While acknowledging that “a lack of knowledge may not, in itself, preclude the [Applicant] from being a Khalistan supporter…”
the RAD found that his demonstrated lack of knowledge together with his limited involvement in the movement while in Canada was insufficient to establish his sur place claim.
[25] The Applicant submits that the RAD erred by giving too much weight to his limited knowledge of the Khalistan movement, while at the same time failing to recognize that he faced a risk because he was perceived by the authorities to be a supporter. This perception gives rise to the risks that the Applicant says he faces, and the RAD failed to grapple with this.
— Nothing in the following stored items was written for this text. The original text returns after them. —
"""Recompute a stored solution's evidence from its arrays alone, against stated tolerances.

Every check compares a stored quantity with one recomputed from other stored quantities, row by
row, and passes where ``|error| <= tolerance``. With ε the unit roundoff of binary64
(``1.1e-16``) and ``ρ = max(rtol, relative_residual)`` as stored:

=================  ===============================  =====================================
check              error                            tolerance
=================  ===============================  =====================================
branch voltage     ``v - (V(from) - V(to))``        ``4ε (|V(from)| + |V(to)|)``
Ohm's law, R > 0   ``I·R - v``                      ``4ε |v|``
ideal link, R = 0  ``v``                            ``4ε (|V(from)| + |V(to)|)``
voltage source     ``v - value``                    ``64ε (|V(from)| + |V(to)| + |value|)``
current source     ``I - value``                    ``ε |value|``
branch power       ``p - v·I``                      ``4ε |v·I|``
KCL at node n      ``k(n)``: net current leaving n  ``(d(n) + 4)ε s(n) + (ρ + 64ε) S``
power balance      ``Σ p - Σ V(n) k(n)``            ``2ε [(log2(m+2) + 9) Σ|p| +
                                                    (log2(N+2) + 8) Σ|V(n) k(n)| +
                                                    Σ (d(n) + 1) |V(n)| s(n)]``
=================  ===============================  =====================================

where ``s(n)`` is the sum of ``|I|`` over the ``d(n)`` branches at node ``n``, ``S = Σ|I|``
over all ``m`` branches and ``N`` the number of nodes. The branch rows repeat the engine's own
arithmetic (:func:`ohmgraph.engine.recovery.branch_quantities`: one subtraction, one division,
one product), so a few ε suffice; source voltages are built up along trees of sources, hence
the wider 64ε. A sum of ``d`` terms errs by at most ``(d - 1)ε`` times the sum of their
magnitudes, a pairwise sum by about ``log2(d)ε`` (N. J. Higham, *Accuracy and Stability of
Numerical Algorithms*, 2nd ed., SIAM 2002, §4.2), hence the ``d(n)`` and ``log2`` factors. A
solver stopping at relative residual ρ leaves ``‖Ax - b‖ ≤ ρ‖b‖`` on the reduced system, which
the tree accumulation of source currents carries to single nodes, and ``‖b‖ ≤ S``, hence the KCL
tolerance. The power balance is Tellegen's theorem with a residual: ``Σ_b v_b I_b =
Σ_n V(n) k(n)`` exactly for any currents (B. D. H. Tellegen, Philips Res. Rep. 7, 259–269,
1952), so the stored powers must agree with the stored currents' own KCL residuals.
"""

from __future__ import annotations

from dataclasses import dataclass

import numpy as np

from .network import CURRENT_SOURCE, KIND_LETTERS, RESISTOR, VOLTAGE_SOURCE, Network

EPS = float(np.finfo(np.float64).eps) / 2          # unit roundoff of binary64


@dataclass
class EvidenceCheck:
    """One recomputed relation over nodes or branches.

    Attributes
    ----------
    key : str
        Short identifier (``"branch_voltage"``, ``"ohm"``, ``"kcl"``, ...).
    name : str
        The relation, in words.
    over : {"node", "branch", "network"}
        What a row is.
    rows : ndarray of int
        Rows checked (indices of nodes or branches; ``[0]`` for a whole-network check).
    stored, expected : ndarray
        Per checked row: the stored value and the one recomputed from other stored values.
    tolerance : ndarray
        Per checked row.
    """

    key: str
    name: str
    over: str
    rows: np.ndarray
    stored: np.ndarray
    expected: np.ndarray
    tolerance: np.ndarray

    @property
    def error(self) -> np.ndarray:
        """``stored - expected`` per row."""
        return self.stored - self.expected

    @property
    def failing(self) -> np.ndarray:
        """Positions (into ``rows``) that fail, worst (largest error/tolerance) first."""
        bad = np.flatnonzero(~(np.abs(self.error) <= self.tolerance))
        ratio = np.abs(self.error[bad]) / np.maximum(self.tolerance[bad], np.finfo(float).tiny)
        return bad[np.argsort(-np.nan_to_num(ratio, nan=np.inf), kind="stable")]

    @property
    def passed(self) -> bool:
        return self.failing.size == 0

    @property
    def worst_ratio(self) -> float:
        """Largest ``|error| / tolerance`` (0 when every error is exactly 0)."""
        if self.rows.size == 0:
            return 0.0
        with np.errstate(divide="ignore", invalid="ignore"):
            ratio = np.abs(self.error) / self.tolerance
        ratio = np.where(self.error == 0, 0.0, ratio)
        return float(np.nan_to_num(ratio, nan=np.inf).max())


def _check(key, name, over, rows, stored, expected, tolerance) -> EvidenceCheck:
    return EvidenceCheck(key, name, over, np.asarray(rows), np.asarray(stored, float),
                         np.asarray(expected, float), np.asarray(tolerance, float))


def recompute(net: Network, node_voltage: np.ndarray, branch_current: np.ndarray,
              branch_voltage: np.ndarray, branch_power: np.ndarray, rtol: float,
              relative_residual: float) -> list[EvidenceCheck]:
    """Every check of the module table, in its order.

    Parameters
    ----------
    net : Network
    node_voltage, branch_current, branch_voltage, branch_power : ndarray
        As stored: volts, amperes, volts, watts.
    rtol, relative_residual : float
        The stored solver target and the residual it reached.
    """
    v_from, v_to = node_voltage[net.from_node], node_voltage[net.to_node]
    span = np.abs(v_from) + np.abs(v_to)
    every = np.arange(net.n_branches)
    checks = [_check("branch_voltage", "branch voltage = V(from) - V(to)", "branch", every,
                     branch_voltage, v_from - v_to, 4 * EPS * span)]

    resistor = np.flatnonzero((net.kind == RESISTOR) & (net.value > 0))
    v, current = branch_voltage[resistor], branch_current[resistor]
    checks.append(_check("ohm", "Ohm's law I*R = v", "branch", resistor,
                         current * net.value[resistor], v, 4 * EPS * np.abs(v)))
    link = np.flatnonzero((net.kind == RESISTOR) & (net.value == 0))
    checks.append(_check("ideal_connection", "ideal connection v = 0", "branch", link,
                         branch_voltage[link], np.zeros(link.size), 4 * EPS * span[link]))
    source = np.flatnonzero(net.kind == VOLTAGE_SOURCE)
    checks.append(_check("voltage_source", "voltage source v = value", "branch", source,
                         branch_voltage[source], net.value[source],
                         64 * EPS * (span[source] + np.abs(net.value[source]))))
    feed = np.flatnonzero(net.kind == CURRENT_SOURCE)
    checks.append(_check("current_source", "current source I = value", "branch", feed,
                         branch_current[feed], net.value[feed], EPS * np.abs(net.value[feed])))
    product = branch_voltage * branch_current
    checks.append(_check("branch_power", "branch power p = v*I", "branch", every, branch_power,
                         product, 4 * EPS * np.abs(product)))

    kcl = (np.bincount(net.from_node, branch_current, minlength=net.n_nodes)
           - np.bincount(net.to_node, branch_current, minlength=net.n_nodes))
    magnitude = np.abs(branch_current)
    at_node = (np.bincount(net.from_node, magnitude, minlength=net.n_nodes)
               + np.bincount(net.to_node, magnitude, minlength=net.n_nodes))
    degree = (np.bincount(net.from_node, minlength=net.n_nodes)
              + np.bincount(net.to_node, minlength=net.n_nodes))
    rho = max(float(rtol), float(relative_residual))
    checks.append(_check("kcl", "KCL: net current leaving each node = 0", "node",
                         np.arange(net.n_nodes), kcl, np.zeros(net.n_nodes),
                         (degree + 4) * EPS * at_node + (rho + 64 * EPS) * magnitude.sum()))

    tellegen = node_voltage * kcl
    rounding = 2 * EPS * ((np.log2(net.n_branches + 2) + 9) * np.abs(branch_power).sum()
                          + (np.log2(net.n_nodes + 2) + 8) * np.abs(tellegen).sum()
                          + ((degree + 1) * np.abs(node_voltage) * at_node).sum())
    checks.append(_check("power_balance", "power balance: sum of p = sum of V*KCL residual",
                         "network", [0], [branch_power.sum()], [tellegen.sum()], [rounding]))
    return checks


def claims(checks: list[EvidenceCheck], kcl_max_residual: float,
           power_balance: float) -> list[EvidenceCheck]:
    """The file's own evidence numbers against the recomputed ones (same arithmetic: 4ε)."""
    by_key = {check.key: check for check in checks}
    kcl, balance = by_key["kcl"], by_key["power_balance"]
    largest = float(np.abs(kcl.error).max()) if kcl.error.size else 0.0
    total = float(balance.stored[0])
    return [_check("stored_kcl", "stored KCL max residual", "network", [0], [kcl_max_residual],
                   [largest], [4 * EPS * largest]),
            _check("stored_power_balance", "stored power balance", "network", [0],
                   [power_balance], [total], [4 * EPS * abs(total)])]


def network_differences(stored: Network, given: Network) -> list[str]:
    """Where two networks differ (branch by branch, by name, kind, end labels and value).

    Returns the first few differences as text, empty when the networks are the same.
    """
    if stored.n_branches != given.n_branches:
        return [f"{stored.n_branches} branches stored, {given.n_branches} given"]
    columns = {
        "name": (stored.branch_names, given.branch_names),
        "kind": (np.array(KIND_LETTERS)[stored.kind], np.array(KIND_LETTERS)[given.kind]),
        "from": (stored.node_labels[stored.from_node], given.node_labels[given.from_node]),
        "to": (stored.node_labels[stored.to_node], given.node_labels[given.to_node]),
        "value": (stored.value, given.value),
    }
    differences = []
    for column, (ours, theirs) in columns.items():
        for row in np.flatnonzero(ours != theirs)[:5]:
            differences.append(f"branch {row + 1} ({stored.branch_names[row]}): {column} "
                               f"{ours[row].item()!r} stored, {theirs[row].item()!r} given")
    return differences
[26] Once again, much of the Applicant’s position on this point raises new arguments that were never advanced before the RAD. He did not challenge the RPD’s findings regarding his limited knowledge or involvement, but rather focused on the point that this in itself did not mean he was a supporter of the Khalistan movement. The RAD expressly dealt with this submission, finding that the Applicant’s evidence considered as a whole was insufficient to establish this aspect of his claim. The RAD’s conclusion on the sur place claim, like that of the RPD, rests on its analysis of the totality of the evidence, not only on the Applicant’s lack of knowledge. The RAD explains its findings in clear terms, that reflect its assessment of the evidence. I can find no basis to disturb the RAD’s decision on this point.
[27] It bears repeating that on judicial review under the Vavilov framework, a reviewing court is not to re-weigh the evidence unless there are “exceptional circumstances”
(Vavilov para 125). In this case, no such circumstances are present. The Applicant had a full opportunity to present his case to the RPD, and then to argue his appeal before the RAD. Both the RPD and RAD weighed the evidence, and the Applicant did not challenge several of the RPD’s negative credibility findings. To the extent the Applicant is arguing that he faces a risk because he is perceived by authorities to be a Khalistan supporter, the RAD decision deals with this point and finds it unpersuasive. It is not my role to second-guess that determination, which was based on a thorough review of the evidence.
[28] For these reasons, I am not persuaded that there is any basis to find the RAD’s credibility findings to be unreasonable.
IV. Conclusion
[29] Based on the analysis set out above, the application for judicial review is dismissed.
[30] There is no question of general importance for certification.